The exploded gas line belongs to government-owned CPC Corp., which told The Associated Press it showed no signs of problems before the explosions. CPC officials at the scene Friday declined to offer information about reasons for the blasts.

Chang Jia-juch, the director of the Central Disaster Emergency Operation Center, said the leaking gas was most likely to be propene. The source of the leak was unknown. Chang said, however, that propene was not for public use, and that it was a petrochemical material.

One of the fires, along a 10-metre stretch of gas line, was still burning into midday Friday, the National Fire Agency says on its website.

The government's disaster response centre said it was trying to prevent any knock-on gas explosions in the same place or nearby.

"In terms of what we can prevent, we're afraid another explosion could happen, as there is that possibility," said Hsu Lee-hao, an economics affairs ministry section chief staffing the disaster response centre. "We're afraid it could be in the same place or elsewhere."

Cars sent flying

Most of the injured were people outside on the street, often hit by rubble blown toward them or crushed by cars sent flying in the blasts, a police officer at the scene said. Police and firefighters were burned while trying to control blazes.

"I wanted to check on my friend working in the night market, but she was hit by rubble and is now still in the hospital," said Chang Bi-chu, 63, the door to whose house was warped by one of the blasts. "On the way I saw dead bodies. I felt really bad. After all there was just the air crash in Penghu last week."

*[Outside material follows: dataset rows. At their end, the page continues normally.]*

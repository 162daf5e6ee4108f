//! The command line: reads sheets, hands them to the library, prints what it gives.

#[path = "pitchwright/arguments.rs"]
mod arguments;
#[path = "pitchwright/commands.rs"]
mod commands;
#[path = "pitchwright/files.rs"]
mod files;
#[path = "pitchwright/lists.rs"]
mod lists;
#[path = "pitchwright/mending.rs"]
mod mending;
#[path = "pitchwright/outcome.rs"]
mod outcome;

use arguments::{Command, USAGE, read};
use outcome::Outcome;
use std::process::ExitCode;

fn main() -> ExitCode {
    let outcome = match read(std::env::args_os().skip(1)) {
        Ok(command) => carry_out(command),
        Err(message) => Outcome::usage(&format!("{message}\n\n{USAGE}")),
    };
    outcome.print()
}

fn carry_out(command: Command) -> Outcome {
    match command {
        Command::Help => Outcome::results(USAGE.to_owned()),
        Command::Version => Outcome::results(format!("{}\n", env!("CARGO_PKG_VERSION"))),
        Command::Run(run) => commands::run(&run),
        Command::Check(sheets) => commands::check(&sheets),
        Command::Fix { sheet, dry_run } => commands::fix(&sheet, dry_run),
        Command::Trail { sheet, symbol, at } => commands::trail(&sheet, &symbol, &at),
        Command::Compare { old, new } => commands::compare(&old, &new),
        Command::Functions(name) => lists::functions(name.as_deref()),
        Command::Reference => Outcome::results(formulas::reference::write()),
        Command::Schema => Outcome::results(formulas::report::json::SCHEMA.to_owned()),
        Command::Units(text) => lists::units(text.as_deref()),
    }
}
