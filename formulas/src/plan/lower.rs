//! From nodes to steps.

use super::fuse::fuse;
use super::{Instruction, Judged, Plan, SlotId, Solve, Step, Work};
use crate::axes::{AxisId, AxisSet};
use crate::catalogue::Compute;
use crate::program::{Axis, NodeId, Op, Program, QuantityId};
use crate::values::{EXCLUDED, NONE};
use rustc_hash::FxHashMap;
use std::rc::Rc;

/// Lays out the steps of a program.
#[must_use]
pub fn plan(program: &Program) -> Plan {
    let mut lowering = Lowering {
        program,
        plan: Plan {
            quantities: vec![None; program.quantities.len()],
            lengths: program.axes.iter().map(|a| a.labels.len()).collect(),
            ..Plan::default()
        },
        fields: FxHashMap::default(),
        unknowns: Vec::new(),
        quantity: None,
    };
    lowering.unknown_slots();
    for id in &program.order {
        lowering.quantity(*id);
    }
    lowering.quantity = None;
    lowering.solves();
    lowering.judged();
    for entry in program
        .figures
        .iter()
        .flat_map(|f| f.x.iter().chain(&f.curves))
    {
        lowering.slot(entry.node);
    }
    lowering.guards();
    for tolerance in &program.tolerances {
        if let crate::program::ToleranceWidth::Node(node) = tolerance.width {
            lowering.slot(node);
        }
    }
    let mut plan = lowering.plan;
    super::solves::place(&mut plan);
    plan.prepare(program);
    plan.groups = fuse(&plan, 0..plan.steps.len());
    for at in 0..plan.solves.len() {
        plan.solves[at].groups = fuse(&plan, plan.solves[at].steps.iter().copied());
    }
    plan
}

A TransAsia Airways prop jet that took off from Kaohsiung crashed July 23 while trying to land in stormy weather in an archipelago in the Taiwan Strait. The crash killed 48 people and injured 10.

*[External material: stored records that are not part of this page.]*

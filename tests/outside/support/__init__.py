"""What the scripts of this folder share: running a sheet with the command line, and comparing numbers.

A script beside this folder recomputes with a library what a sheet says:

    from support import Comparison, run

    report = run("S [m^2] = 2*3 m^2")
    with Comparison("area") as compare:
        compare("S", report.number("S"), 6.0, rel=1e-15, source="a product")
"""

import json
import math
import os
import subprocess
import sys

ROOT = os.path.normpath(os.path.join(os.path.dirname(os.path.abspath(__file__)), "..", "..", ".."))


class Report:
    """The JSON of a sheet, read by symbol."""

    def __init__(self, read):
        self.read = read
        self.axes = {axis["name"]: axis for axis in read["axes"]}
        self.quantities = {quantity["symbol"]: quantity for quantity in read["quantities"]}

    def quantity(self, symbol):
        """Everything said of a symbol."""
        return self.quantities[symbol]

    def unit(self, symbol):
        """The unit its values are in; None for a pure number."""
        return self.quantity(symbol)["unit"]

    def values(self, symbol):
        """All values, row-major over the axes of the symbol; None where there is no value."""
        return self.quantity(symbol)["values"]

    def number(self, symbol, **labels):
        """The value in one condition, named by a label of each axis of the symbol."""
        quantity = self.quantity(symbol)
        if set(labels) != set(quantity["axes"]):
            raise KeyError(f"{symbol} varies over {quantity['axes']}, not over {list(labels)}")
        at = 0
        for name in quantity["axes"]:
            known = self.axes[name]["labels"]
            at = at * len(known) + known.index(labels[name])
        return quantity["values"][at]

    def findings(self, *severities):
        """The findings of these severities; of all without."""
        return [f for f in self.read["findings"] if not severities or f["severity"] in severities]


def run(text, sound=True):
    """Works a sheet out, given as text. A sheet that is to be sound may give advice only."""
    return _report(["-"], text, sound)


def run_file(path, sound=True):
    """Works out a sheet of the repository, by its path from the root."""
    return _report([os.path.join(ROOT, path)], None, sound)


def _report(arguments, text, sound):
    command = [os.environ["PITCHWRIGHT"], "run", *arguments, "--json"]
    ended = subprocess.run(command, input=text, capture_output=True, encoding="utf-8", check=False)
    if not ended.stdout:
        raise RuntimeError(f"{' '.join(command)} printed nothing: {ended.stderr}")
    report = Report(json.loads(ended.stdout))
    found = report.findings("error", "warning")
    if sound and found:
        raise RuntimeError("the sheet is not sound:\n" + json.dumps(found, indent=1))
    return report


class Comparison:
    """Compares numbers, counts them, and closes with the line that the runner reads."""

    def __init__(self, name):
        self.name = name
        self.passed = 0
        self.failed = 0
        self.largest = {}

    def __enter__(self):
        return self

    def __call__(self, what, obtained, expected, rel=0.0, abs=0.0, source=""):
        """One number: right within abs plus rel of the value expected."""
        difference = math.nan if obtained is None else obtained - float(expected)
        allowed = abs + rel * math.fabs(float(expected))
        if math.isfinite(difference) and math.fabs(difference) <= allowed:
            self.passed += 1
            part = math.fabs(difference) / allowed if allowed else 0.0
            group = source or self.name
            self.largest[group] = max(self.largest.get(group, (0.0, "")), (part, what))
        else:
            self.failed += 1
            print(f"{self.name}: {what}: {obtained} is not {expected} within {allowed:g} ({source})")

    def __exit__(self, kind, error, trace):
        if kind is not None:
            return False
        for source, (part, what) in sorted(self.largest.items()):
            print(f"{self.name}: {source}: largest difference {part:.0%} of what is allowed, {what}")
        print(f"{self.name}: {self.passed} passed, {self.failed} failed")
        sys.stdout.flush()
        if self.failed or not self.passed:
            sys.exit(1)
        return False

"The power is cut off in my house, there is no light and the fan doesn't work," Chang added. "We don't have money to stay in a hotel and they're all booked anyway."

Kaohsiung Mayor Chen Chu said several petrochemical companies have pipelines built along the sewage system in Chian-Chen district, which has both factories and residential buildings. She warned people Friday to stay away.

"We have an intersection . that's still burning," Chen said at an emergency government meeting broadcast on television. She called the explosions Kaohsiung's worst gas-related accident in 10 years. "The city of Kaohsiung has opened nine relief shelters. We hope people can first evacuate to a safe place."

More than 1,100 had evacuated overnight.

Search for survivors

Rescue workers expected to find few, if any, people in the rubble because no buildings collapsed, Hsu in the disaster response centre said.

People killed and injured elsewhere were standing, walking or driving in the streets, which are near a night market. On Friday afternoon, paramedics and a rescue dog combed the neighbourhood for survivors.

Power supplies to 12,000 people in the area were severed, and 23,600 lost gas service.

The fire department received reports from residents of gas leakage at about 8:46 p.m., and the explosions started around midnight.

The explosions left large trenches of up to a metre deep running down the centres of four of the hardest-hit roads. The trenches were littered with soot-covered cars and pieces of pipe and edged with pavement slabs torn apart by the blasts. Burnt walls and toppled signs of shops lined Sanduo Road, near an elementary school.

The blasts affected an area of two to three square kilometres, much of it sealed off.